The data from the converter are supplied to a frame buffer 43, which buffers the image 
data for transmission to the end point device 10. The output of the buffer 43 is supplied to an 
element 44 which checks items of image data for transmission to the device 10 and deletes 
common image data. In particular, whenever data are sent to the device 10 from the buffer 43, 
the element 44 detects when subsequent items of image data are intended for the same pixels on 
the screen 49. The element 44 ensures that only the most recent image data for each pixel is 
actually transmitted to the device 10 by deleting common pixel data from all earlier items. 

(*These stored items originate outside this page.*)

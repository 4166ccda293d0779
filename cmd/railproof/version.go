package main

import (
	"fmt"
	"runtime/debug"

	"github.com/spf13/cobra"

	"railproof/checks/parts"
	"railproof/checks/policy"
)

// version is the tool's own; a release build may set it with -ldflags "-X main.version=...".
var version = "0.1.0"

func newVersion(s *streams) *cobra.Command {
	return &cobra.Command{
		Use:   "version",
		Short: "Print the version of the tool, its parts tables and its policies",
		Args:  cobra.NoArgs,
		RunE: func(*cobra.Command, []string) error {
			fmt.Fprintf(s.out, "railproof %s%s\n", version, revision())
			fmt.Fprintf(s.out, "parts tables %s\n", parts.Default().Version())
			for _, name := range policy.Names() {
				p, err := policy.Named(name)
				if err != nil {
					return err
				}
				fmt.Fprintf(s.out, "policy %s\n", p.Version())
			}
			return nil
		},
	}
}

// revision is the commit the binary was built from, where the build knows it.
func revision() string {
	info, ok := debug.ReadBuildInfo()
	if !ok {
		return ""
	}
	for _, setting := range info.Settings {
		if setting.Key == "vcs.revision" && len(setting.Value) >= 12 {
			return " (" + setting.Value[:12] + ")"
		}
	}
	return ""
}
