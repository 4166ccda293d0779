package main

import (
	"bytes"
	"os"
	"path/filepath"
	"regexp"
	"strings"
	"testing"

	"github.com/spf13/cobra"
	"github.com/spf13/pflag"
)

// manual writes the pages of a fresh command tree.
func manual(t *testing.T) map[string][]byte {
	t.Helper()
	folder := filepath.Join(t.TempDir(), "share", "man1")
	var errors bytes.Buffer
	if status := run(t.Context(), []string{"man", folder}, streams{out: &errors, err: &errors}); status != 0 {
		t.Fatalf("status %d: %s", status, errors.String())
	}
	entries, err := os.ReadDir(folder)
	if err != nil {
		t.Fatal(err)
	}
	pages := map[string][]byte{}
	for _, e := range entries {
		if pages[e.Name()], err = os.ReadFile(filepath.Join(folder, e.Name())); err != nil {
			t.Fatal(err)
		}
	}
	return pages
}

// Every command has a page that names each of its flags, and says what it does.
func TestEveryCommandHasAPage(t *testing.T) {
	pages := manual(t)
	var walk func(c *cobra.Command)
	count := 0
	walk = func(c *cobra.Command) {
		name := strings.ReplaceAll(c.CommandPath(), " ", "-") + ".1"
		page := strings.ReplaceAll(string(pages[name]), `\-`, "-")
		count++
		if !strings.Contains(page, c.Short) {
			t.Errorf("%s does not say %q", name, c.Short)
		}
		c.LocalNonPersistentFlags().VisitAll(func(f *pflag.Flag) {
			if !strings.Contains(page, "--"+f.Name) {
				t.Errorf("%s does not name --%s", name, f.Name)
			}
		})
		for _, below := range c.Commands() {
			walk(below)
		}
	}
	walk(newRoot(&streams{}))
	if count < 9 || len(pages) < count {
		t.Errorf("%d pages for %d commands", len(pages), count)
	}
}

// The pages depend on the program alone: no date, no name of a generator, the same bytes again.
func TestPagesAreDeterministic(t *testing.T) {
	first, second := manual(t), manual(t)
	dated := regexp.MustCompile(`\b(19|20)[0-9]{2}\b`)
	for name, page := range first {
		if !bytes.Equal(page, second[name]) {
			t.Errorf("%s differs", name)
		}
		head, _, _ := strings.Cut(string(page[bytes.Index(page, []byte(".TH")):]), "\n")
		if dated.MatchString(head) || bytes.Contains(page, []byte("Auto generated")) || !strings.Contains(head, `"1" "" "railproof `) {
			t.Errorf("%s: %s", name, head)
		}
	}
}
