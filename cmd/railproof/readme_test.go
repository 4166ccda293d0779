package main

import (
	"flag"
	"fmt"
	"os"
	"os/exec"
	"path/filepath"
	"regexp"
	"strconv"
	"strings"
	"testing"
)

var rewrite = flag.Bool("write", false, "rewrite the outputs shown in the README")

var shown = regexp.MustCompile("(?s)<!-- output of: railproof ([^\n]*?)(, first (\\d+) lines)? -->\n```\n(.*?)```\n")

// The outputs shown in the README are what the program prints.
func TestReadmeShowsRealOutput(t *testing.T) {
	if testing.Short() {
		t.Skip("takes long; held by the full run")
	}
	root := filepath.Join("..", "..")
	program := filepath.Join(t.TempDir(), "railproof")
	if out, err := exec.Command("go", "build", "-o", program, ".").CombinedOutput(); err != nil {
		t.Fatalf("%v\n%s", err, out)
	}
	path := filepath.Join(root, "README.md")
	text, err := os.ReadFile(path)
	if err != nil {
		t.Fatal(err)
	}
	count := 0
	fresh := shown.ReplaceAllStringFunc(string(text), func(block string) string {
		count++
		m := shown.FindStringSubmatch(block)
		command := exec.Command(program, strings.Fields(m[1])...)
		command.Dir = root
		out, _ := command.Output() // its exit status is part of what is shown
		lines := strings.SplitAfter(string(out), "\n")
		if m[3] != "" {
			n, _ := strconv.Atoi(m[3])
			lines = lines[:min(n, len(lines))]
		}
		return fmt.Sprintf("<!-- output of: railproof %s%s -->\n```\n%s```\n", m[1], m[2], strings.Join(lines, ""))
	})
	if count < 2 {
		t.Fatalf("the README shows %d outputs", count)
	}
	if fresh == string(text) {
		return
	}
	if !*rewrite {
		t.Fatal("the README shows outputs that the program does not print: go test ./cmd/railproof -run Readme -write")
	}
	if err := os.WriteFile(path, []byte(fresh), 0o644); err != nil {
		t.Fatal(err)
	}
}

The buffer 43 responds to requests 45 from the endpoint device 10 for display data to be 
transmitted thereto. Thus, the application 16 waits for a request from the device 10 indicating that 
the device is ready to receive fresh image data. Items of image data ready for transmission are 
stored in the buffer 43 until such a request is received, at which time the items are transmitted to 
the device 10. This arrangement ensures that image data are supplied in an efficient manner to 
the device 10 and in such a way that no image data are lost 

The application stores at 46 the positions of the images of the control keys on the screen 
29 generated by the element 41. These positions are supplied to a comparator 47, which 
receives the position of the pointer 30 relative to the screen 29 in the form of x, y coordinates as 
determined by the transducer 31 and converted by the converter 32 of the device 10. The 
comparator 47 compares the position of the pointer with the stored positions of the key images 
and, whenever the pointer 30 is determined to be pointing to one of the key images on the screen 
29, the comparator 47 provides the appropriate response. For example, as illustrated in Figure 3 
where the image displayed on the screen 29 is of a numeric keypad, whenever the pointer 30 is 
determined to be pointing at one of the numeric keys, the comparator 47 supplies a signal 
representing a "dialed digit" corresponding to the key. For example, the dialed digit signal is 
supplied to the PSTN forming part of the network 12 and is used in the process of establishing an 
audio connection between the device 10 and another device connected to the network 12. 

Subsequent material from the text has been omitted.